曲水宴散时,天色还早。
我从画舫上下来,手里多了一枝闻景初替我从船头摘下的海棠。
他说船娘送的,不算折花。
我捏着花枝,心里偷偷高兴。
刚走到马车旁,裴观澜便从桃树后出来。
他大概等了有一会儿,袖口沾了点花粉,脸色也没平日好。
「姜杳杳。

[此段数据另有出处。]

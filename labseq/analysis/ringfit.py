"""Fit one exponentially decaying sinusoid plus an offset to a window of samples.

The model is ``v(t) = c + exp(-σ·τ)·(a·cos(ωd·τ) + b·sin(ωd·τ))`` with ``τ = t - t_start``. Its
start comes from the matrix pencil method, which finds the poles of a sum of damped exponentials
directly from the samples; a variable-projection Levenberg–Marquardt refinement then iterates on the
two nonlinear parameters (σ, ωd) only, with (a, b, c) solved by linear least squares at each step.
Counting peaks or zero crossings is avoided: both are biased by noise, quantisation and the offset.

The refinement is written with numpy on the short, decimated window: a general-purpose solver's
fixed cost per call would dominate an analysis that fits one ring per switching edge.
"""

from __future__ import annotations

import math
from dataclasses import dataclass

import numpy as np

#: Poles kept by the matrix pencil: the ring pair, the offset and room for a slower trend and noise.
PENCIL_MODEL_ORDER = 6
#: The pencil works on at most this many samples (a start value does not need more).
PENCIL_MAX_SAMPLES = 96
#: Smallest ring amplitude, relative to the window's peak-to-peak spread, that counts as a ring.
MIN_RELATIVE_AMPLITUDE = 0.02
#: Fewest samples a window may hold for a five-parameter fit.
MIN_FIT_SAMPLES = 12
#: Refinement stops when a step changes σ and ωd by less than this (relative), or after
#: ``REFINE_MAX_ITERATIONS``; from a matrix-pencil start it usually needs three to six.
REFINE_STEP_TOLERANCE = 1e-9
REFINE_MAX_ITERATIONS = 40
#: Levenberg–Marquardt damping: start, and the factors applied after a good and a rejected step.
LM_INITIAL_DAMPING = 1e-3
LM_DECREASE, LM_INCREASE, LM_MAX_DAMPING = 1 / 3, 4.0, 1e12


class RingFitError(ValueError):
    """The window holds no decaying oscillation that the model can describe."""


@dataclass(frozen=True)
class RingFit:
    """A fitted decaying sinusoid; times in seconds, voltages in volts.

    Attributes
    ----------
    t_start_s : time origin τ = 0 of the model (the first sample of the window).
    amplitude_v : envelope at ``t_start_s``.
    phase_rad : phase at ``t_start_s`` (the model is ``A·exp(-σ·τ)·cos(ωd·τ + φ)``).
    decay_rate_per_s : σ.
    angular_frequency_rad_s : ωd, the damped angular frequency.
    offset_v : c, the level the ring decays towards.
    fit_quality : coefficient of determination R² over the fitted samples, clipped to 0–1.
    """

    t_start_s: float
    amplitude_v: float
    phase_rad: float
    decay_rate_per_s: float
    angular_frequency_rad_s: float
    offset_v: float
    fit_quality: float

    @property
    def frequency_hz(self) -> float:
        """Damped ring frequency fd = ωd / 2π."""
        return self.angular_frequency_rad_s / (2 * math.pi)

    @property
    def damping_ratio(self) -> float:
        """ζ = σ / √(σ² + ωd²), from the pole s = -σ ± jωd of a second-order system."""
        return self.decay_rate_per_s / math.hypot(
            self.decay_rate_per_s, self.angular_frequency_rad_s
        )

    @property
    def q_factor(self) -> float:
        """Q = 1 / (2ζ)."""
        return 1.0 / (2.0 * self.damping_ratio)

    def time_envelope_below_s(self, level_v: float) -> float:
        """Instant after which the envelope stays below ``level_v`` (at least ``t_start_s``)."""
        if level_v <= 0:
            return math.inf
        ratio = abs(self.amplitude_v) / level_v
        return self.t_start_s + (math.log(ratio) / self.decay_rate_per_s if ratio > 1 else 0.0)

    def evaluate(self, t_s: np.ndarray) -> np.ndarray:
        """Model voltage at the times ``t_s``."""
        tau = np.asarray(t_s, dtype=float) - self.t_start_s
        return self.offset_v + self.amplitude_v * np.exp(-self.decay_rate_per_s * tau) * np.cos(
            self.angular_frequency_rad_s * tau + self.phase_rad
        )

    def flipped(self) -> RingFit:
        """The same fit for the record multiplied by -1 (used for negative-going nodes)."""
        return RingFit(
            self.t_start_s,
            -self.amplitude_v,
            self.phase_rad,
            self.decay_rate_per_s,
            self.angular_frequency_rad_s,
            -self.offset_v,
            self.fit_quality,
        )


def matrix_pencil_poles(
    samples: np.ndarray, model_order: int = PENCIL_MODEL_ORDER
) -> tuple[np.ndarray, np.ndarray]:
    """Poles and complex amplitudes of a sum of damped exponentials, by the matrix pencil method.

    Parameters
    ----------
    samples : 1-D array of uniformly spaced samples.
    model_order : number of exponentials M kept after the SVD truncation.

    Returns
    -------
    z : discrete-time poles (``z = exp(s·Δt)``), shape (M,).
    h : complex amplitudes such that ``samples[n] ≈ Σ h_k·z_k**n``.

    Notes
    -----
    Y. Hua and T. K. Sarkar, "Matrix pencil method for estimating parameters of exponentially
    damped/undamped sinusoids in noise", IEEE Trans. ASSP 38(5), 1990: a Hankel matrix of the
    samples with pencil parameter L ≈ N/3 is decomposed by SVD, the M dominant right singular
    vectors give the shifted pair (V1, V2), and the poles are the eigenvalues of V1⁺·V2. The
    right singular vectors are taken here as the eigenvectors of the (L+1)² Gram matrix YᵀY,
    which holds the same dominant subspace at a fraction of the cost of the Hankel matrix's SVD.
    """
    y = np.asarray(samples, dtype=float)
    n = y.size
    pencil = max(model_order + 1, n // 3)
    if n - pencil < model_order:
        raise RingFitError(f"{n} samples are too few for a pencil of order {model_order}")
    rows = np.lib.stride_tricks.sliding_window_view(y, pencil + 1)
    _, eigenvectors = np.linalg.eigh(rows.T @ rows)  # eigenvalues in ascending order
    v = eigenvectors[:, -model_order:]
    v1 = v[:-1]
    z = np.linalg.eigvals(np.linalg.solve(v1.T @ v1, v1.T @ v[1:]))  # V1⁺·V2, V1 full rank
    vandermonde = z[np.newaxis, :] ** np.arange(n)[:, np.newaxis]
    h, *_ = np.linalg.lstsq(vandermonde, y.astype(complex), rcond=None)
    return z, h


def _dominant_oscillation(z: np.ndarray, h: np.ndarray) -> tuple[float, float]:
    """(σ, ωd) per sample of the largest-amplitude decaying oscillatory pole, in rad/sample.

    ``h`` is relative to the window's peak-to-peak spread; a pair below
    ``MIN_RELATIVE_AMPLITUDE`` of it is noise or a numerical artefact, not a ring.
    """
    with np.errstate(divide="ignore"):  # a pole at 0 is a decay of +inf, not oscillatory
        s = np.log(z)
    decay, omega = -s.real, s.imag
    usable = (omega > 0.02) & (omega < 0.9 * math.pi) & (decay > -0.05)
    if not np.any(usable):
        raise RingFitError("no decaying oscillation among the matrix pencil poles")
    amplitude = np.where(usable, 2 * np.abs(h), -np.inf)
    best = int(np.argmax(amplitude))
    if amplitude[best] < MIN_RELATIVE_AMPLITUDE:
        raise RingFitError("no oscillation stands out of the window's noise and trend")
    return max(float(decay[best]), 1e-6), float(omega[best])


@dataclass(frozen=True)
class _Projection:
    """The best linear part at one (σ, ωd) and the Gauss–Newton system for (σ, ωd) there."""

    decay: float
    omega: float
    linear: np.ndarray  # (a, b, c)
    cost: float  # sum of squared weighted residuals
    normal: np.ndarray  # JᵀJ, 2×2
    gradient: np.ndarray  # Jᵀr, 2


class _VarPro:
    """Variable projection of the ring model on one window (Golub & Pereyra 1973).

    For fixed (σ, ωd) the weighted basis rows B = w·(e·cos, e·sin, 1), e = exp(−στ), give the
    linear coefficients c = G⁻¹·B·y with G = B·Bᵀ, and the residual r = Bᵀc − y = −P·y, where P
    projects onto the complement of the basis. Kaufman's Jacobian (Kaufman 1975) is
    J = P·(∂Bᵀ/∂θ)·c; both of its columns are combinations of U = τ·w·e·cos and V = τ·w·e·sin:
    Jσ = −(a·PU + b·PV) and Jω = b·PU − a·PV. So JᵀJ, Jᵀr and the cost follow from the inner
    products of (y, U, V) after projection, PMᵀ·PM = MᵀM − (BM)ᵀ·G⁻¹·(BM): one 6×6 Gram matrix of
    the rows (B, y, U, V) per step, with no n × 2 Jacobian formed.
    """

    def __init__(self, tau: np.ndarray, y: np.ndarray, w: np.ndarray) -> None:
        self.tau = tau
        self.w = w
        self.rows = np.empty((6, tau.size))
        self.rows[2] = w
        self.rows[3] = y * w

    def project(self, decay: float, omega: float) -> _Projection:
        """Linear coefficients, cost and Gauss–Newton system at (σ, ωd)."""
        rows, tau = self.rows, self.tau
        envelope_w = np.exp(-decay * tau) * self.w
        phase = omega * tau
        np.multiply(envelope_w, np.cos(phase), out=rows[0])
        np.multiply(envelope_w, np.sin(phase), out=rows[1])
        np.multiply(rows[0], tau, out=rows[4])
        np.multiply(rows[1], tau, out=rows[5])
        gram = rows @ rows.T
        solved = np.linalg.solve(gram[:3, :3], gram[:3, 3:])  # G⁻¹·B·(y, U, V)
        projected = gram[3:, 3:] - gram[:3, 3:].T @ solved  # (PM)ᵀ·PM for M = (y, U, V)
        a, b = solved[0, 0], solved[1, 0]
        mix = np.array([[-a, b], [-b, -a]])  # J = P·(U, V)·mix
        return _Projection(
            decay=decay,
            omega=omega,
            linear=solved[:, 0].copy(),
            cost=float(projected[0, 0]),
            normal=mix.T @ projected[1:, 1:] @ mix,
            gradient=-(mix.T @ projected[1:, 0]),
        )


def _refine(varpro: _VarPro, decay: float, omega: float) -> _Projection:
    """Least-squares (σ, ωd, a, b, c) from a start (σ, ωd): Levenberg–Marquardt on (σ, ωd).

    The step solves (JᵀJ + λ·diag(JᵀJ))·δ = −Jᵀr (Marquardt 1963; the diagonal scaling as in
    Moré 1978); λ shrinks after a step that lowers the cost and grows until one does.
    """
    best = varpro.project(decay, omega)
    damping = LM_INITIAL_DAMPING
    for _ in range(REFINE_MAX_ITERATIONS):
        while True:
            lhs = best.normal + damping * np.diag(np.diag(best.normal))
            try:
                step = np.linalg.solve(lhs, -best.gradient)
                trial = varpro.project(best.decay + step[0], best.omega + step[1])
            except np.linalg.LinAlgError:  # a degenerate basis: treat as a rejected step
                trial = None
            if trial is not None and trial.cost <= best.cost:  # False for a NaN cost
                break
            damping *= LM_INCREASE
            if damping > LM_MAX_DAMPING:
                return best
        damping *= LM_DECREASE
        best = trial
        if abs(step[1]) <= REFINE_STEP_TOLERANCE * abs(best.omega) and abs(
            step[0]
        ) <= REFINE_STEP_TOLERANCE * (abs(best.decay) + abs(best.omega)):
            break
    return best


def fit_ring(
    volts: np.ndarray,
    sample_interval_s: float,
    t_start_s: float = 0.0,
    *,
    weights: np.ndarray | None = None,
    refine: bool = True,
    start: RingFit | None = None,
) -> RingFit:
    """Fit ``c + exp(-στ)·(a·cos ωdτ + b·sin ωdτ)`` to a window starting at ``t_start_s``.

    Parameters
    ----------
    volts : samples of the window, uniformly spaced by ``sample_interval_s``.
    sample_interval_s : spacing of ``volts`` (after any decimation by the caller).
    t_start_s : time of ``volts[0]``.
    weights : optional 0–1 weight per sample (0 excludes a sample, e.g. a clipped one).
    refine : False returns the matrix-pencil start (with its least-squares a, b, c) unrefined.
    start : an earlier fit of the same ring (e.g. on a shorter window) whose decay rate and
        frequency replace the matrix-pencil start.

    Returns
    -------
    RingFit

    Raises
    ------
    RingFitError
        When the window is too short or holds no decaying oscillation.

    Notes
    -----
    The start is the dominant oscillatory pole of the matrix pencil (Hua & Sarkar 1990) on at most
    ``PENCIL_MAX_SAMPLES`` samples. The refinement is variable projection (Golub & Pereyra 1973,
    Kaufman 1975): (a, b, c) are solved by linear least squares for each (σ, ωd), and only
    (σ, ωd) are iterated, by Levenberg–Marquardt (Marquardt 1963, Moré 1978).
    Time is scaled to the window length and voltage to the window's spread so that the problem is
    well conditioned whatever the units.
    """
    y_raw = np.asarray(volts, dtype=float)
    n = y_raw.size
    if n < MIN_FIT_SAMPLES:
        raise RingFitError(f"a window of {n} samples is too short for a ring fit")
    w = np.ones(n) if weights is None else np.asarray(weights, dtype=float)
    centre = float(np.mean(y_raw))
    scale = float(np.ptp(y_raw)) or 1.0
    y = (y_raw - centre) / scale
    duration = float(n)  # model time unit: the window length, in samples
    tau = np.arange(n) / duration

    seconds_per_unit = duration * sample_interval_s
    if start is None:
        stride = max(1, math.ceil(n / PENCIL_MAX_SAMPLES))
        z, h = matrix_pencil_poles(y[::stride])
        decay_per_sample, omega_per_sample = _dominant_oscillation(z, h)
        decay0 = decay_per_sample / stride * duration
        omega0 = omega_per_sample / stride * duration
    else:
        decay0 = start.decay_rate_per_s * seconds_per_unit
        omega0 = start.angular_frequency_rad_s * seconds_per_unit

    varpro = _VarPro(tau, y, w)
    try:
        fit = _refine(varpro, decay0, omega0) if refine else varpro.project(decay0, omega0)
    except np.linalg.LinAlgError:
        raise RingFitError("the start values give a degenerate model basis") from None
    a, b, c = (float(v) for v in fit.linear)
    decay, omega = fit.decay, fit.omega
    if omega < 0:
        omega, b = -omega, -b
    if not (decay > 0 and 0 < omega < math.pi * duration):
        raise RingFitError("the fitted ring is not a decaying oscillation")
    w2 = w * w
    y_mean = float(w2 @ y) / float(np.sum(w2))
    ss_tot = float(w2 @ (y - y_mean) ** 2) or 1.0
    return RingFit(
        t_start_s=t_start_s,
        amplitude_v=math.hypot(a, b) * scale,
        phase_rad=math.atan2(-b, a),
        decay_rate_per_s=decay / seconds_per_unit,
        angular_frequency_rad_s=omega / seconds_per_unit,
        offset_v=c * scale + centre,
        fit_quality=min(1.0, max(0.0, 1.0 - fit.cost / ss_tot)),
    )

」
我停住。
这已经是他今日第二次连名带姓叫我。
从前他大多喊我杳杳。
或是坏心眼地叫我小兔子。
我握紧海棠花,低声道:
「表哥有事吗?」
裴观澜的目光落到我手里的花上。
「闻景初给的?」
我点头。
他笑了一声,听着却不大高兴。
「一枝花就把你哄好了?」
我抬头看他。
从前若他这样说,我一定急着解释。
说不是的,说我没有被哄好,说表哥别生气。
可今日我忽然觉得累。
「表哥拿我的桃花签当众念出来,又算什么?」
他怔了怔。
「我不过是逗你。」
「可我不想被那样逗。」
他眉心拧起。
像没想到我会这样认真地回他。
「你以前又不在意。」
我差点被这句话气笑。
以前不在意吗?
我只是装作不在意。
因为他每次逗完我,都会再给我一点甜。
比如抢走我的桂花糕,又在我快哭时还回来。
比如笑我荷包歪,却又挂在腰间让人看见。
比如当众说我像兔子,转头又给我买糖。
我便把那点委屈咽下去,只记住后头的甜。
我低声道:
「以前也在意。」
裴观澜脸上的神情慢慢变了。
身后马车边,丫鬟探头看我。
我不想在这里同他争下去,便福了福身。
「表哥,我先回府了。」
裴观澜却伸手拦住我。
「姜杳杳,你今日怎么回事?」
我看着他横在面前的手。
那只手很好看。
小时候我摔倒,他也用这只手拉过我。
后来我递荷包时,他用这只手拎着看了半天,笑我绣得像一只胖**。
我那时气得跺脚,他就拿指节敲我额头:
「笨死了,重绣。」
我真重绣了。
绣到半夜,眼睛都疼。
现在想想,他其实没有叫我一定重绣。
是我自己想讨他一句好。
我往旁边退了一步,避开他的手。
「表哥,我只是忽然觉得,姑娘家的心事,确实不该拿来逗笑。」
他说不出话。
我上了马车。
车帘落下前,我看见裴观澜仍站在桃树下,神色难得有些茫然。
回府后,阿娘正在廊下等我。
她看见我手里的海棠,眉头一挑。
「裴观澜送的?」
我摇头。
「闻公子送的。」
阿娘眼睛顿时亮了。
「哪个闻公子?」
「闻景初。」
阿娘沉默片刻,忽然笑出声。
「不错。」
我被她笑得脸热。
「阿娘,你笑什么?」
她伸手点了点我的额头。
「笑你终于知道看旁人了。」
我抱着海棠往屋里跑。
阿娘在身后道:
「慢些,别又摔了。」
我回屋后,把桃花签从袖中拿出来。
看了许久,终于拿起笔,在原先那行字下面添了一句。
「今日有人陪我游湖,还送我海棠。」
写完,我把签子压进小匣里。
又把海棠**瓷瓶。
夜里睡前,我原本想像从前那样,回想今日裴观澜说了什么,笑了几次,有没有看我。
可脑子里浮出来的,却是闻景初把签子折好放回我掌心的样子。
还有他一本正经地说:
「那便是两次半。」
我把被子往脸上一盖,莫名笑了好一会儿。